# puppy pics



## englishrose943 (Feb 7, 2008)

Hi all,these were taken today in the garden of the puppies who are now 6 weeks old.
View attachment 6834


----------



## Guest (Jul 7, 2008)

oohhhhhhh would love to cuddle and kiss that little one


----------



## englishrose943 (Feb 7, 2008)

having a few probs with downloading the pics


----------



## Guest (Jul 7, 2008)

.......................


----------



## englishrose943 (Feb 7, 2008)

why carnt i download my pics with the paperclip?


----------



## Guest (Jul 7, 2008)

I always scroll down and us the manage attatchments bit...


----------



## englishrose943 (Feb 7, 2008)

Nope it still wont let me.
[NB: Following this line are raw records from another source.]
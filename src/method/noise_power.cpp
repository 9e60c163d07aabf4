// SPDX-License-Identifier: GPL-3.0-or-later
#include "method/noise_power.h"

#include <boost/math/distributions/chi_squared.hpp>
#include <cmath>

#include "signal/quasi_peak.h"

namespace kneeprint {
namespace {

constexpr std::size_t kContinuum = 24;  // bins on either side in which the noise is smooth

template <class Value>
std::vector<double> block_means(std::span<const double> x, int blocks, Value value) {
  std::vector<double> means;
  const std::size_t each = x.size() / static_cast<std::size_t>(blocks);
  for (std::size_t start = 0; start + each <= x.size(); start += each) {
    double sum = 0.0;
    for (std::size_t n = start; n < start + each; ++n) sum += value(x[n]);
    means.push_back(sum / static_cast<double>(each));
  }
  return means;
}

}  // namespace

std::vector<double> block_powers(std::span<const double> x, int blocks) {
  return block_means(x, blocks, [](double v) { return v * v; });
}

double gaussian_power_u(const NoiseSpectrum& noise, Weighting weighting, Hertz low, Hertz high,
                        Seconds length) {
  const double dof = 2.0 * noise.effective_segments();
  const double stands_out = boost::math::quantile(boost::math::chi_squared(dof), 0.9999) / dof;
  double integral = 0.0;
  for (std::size_t k = 1; k < noise.bins(); ++k) {
    const Hertz f(static_cast<double>(k) * noise.bin_hz());
    if (f < low || f > high) continue;
    const double g = noise.around(k, 0, kContinuum).density, w = std::norm(weighting(f));
    const double seen = noise.density(k);
    const double line = seen > stands_out * g ? seen - g : 0.0;
    integral += (g + 2.0 * line) * g * w * w * noise.bin_hz();
  }
  return std::sqrt(integral / length.value());
}

Uncertain mean_by_scatter(std::span<const double> parts, double shared) {
  const auto n = static_cast<double>(parts.size());
  double sum = 0.0, squares = 0.0;
  for (const double p : parts) sum += p;
  const double mean = sum / n;
  if (parts.size() < 2) return {mean, 0.0, kInfiniteDof};
  for (const double p : parts) squares += (p - mean) * (p - mean);
  // Of neighbours that share a part of their noise, the scatter shows too little, and the mean
  // keeps too much: both to first order in `shared`.
  const double pairs = 2.0 * shared * (n - 1.0) / n;
  const double variance = squares / (n - 1.0) / n * (1.0 + pairs) / (1.0 - pairs / (n - 1.0));
  return {mean, std::sqrt(variance), n - 1.0};
}

Uncertain mean_power(std::span<const double> parts, double expected_u, double shared) {
  const Uncertain seen = mean_by_scatter(parts, shared);
  if (parts.size() < 2) return {seen.value, expected_u, kInfiniteDof};
  const double limit = boost::math::quantile(boost::math::chi_squared(seen.dof), 0.999) / seen.dof;
  if (seen.u * seen.u <= limit * expected_u * expected_u) {
    return {seen.value, expected_u, kInfiniteDof};
  }
  return seen;
}

Uncertain quasi_peak_reading(std::span<const double> x, Hertz rate, int blocks) {
  QuasiPeakMeter meter(rate);
  for (const double v : x) meter.step(v);
  const auto readings = block_means(x, blocks, [&](double v) { return meter.step(v); });
  // Correlation of neighbouring means over B of what forgets by exp(-t / tau), by integration:
  // with s = tau / B and e = 1 - exp(-1 / s), s^2 e^2 over 2 s (1 - s e).
  const double s = kQuasiPeakMemory.value() * blocks * rate.value() / static_cast<double>(x.size());
  const double e = 1.0 - std::exp(-1.0 / s);
  return mean_by_scatter(readings, s * e * e / (2.0 * (1.0 - s * e)));
}

}  // namespace kneeprint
God spend £100 on a camera today and carnt download the blooming pics.


----------



## wooliewoo (May 27, 2008)

Bless ...so cute, just waiting to be snuggled


----------



## noushka05 (Mar 28, 2008)

Aww that is one cute puppy!


----------



## cav (May 23, 2008)

ow this little pup is on her own ? i think the rest of the litter will follow shortly..


----------



## staffybreeder (May 11, 2008)

oh how cute ,bet he/she gives lush puppy cuddles


----------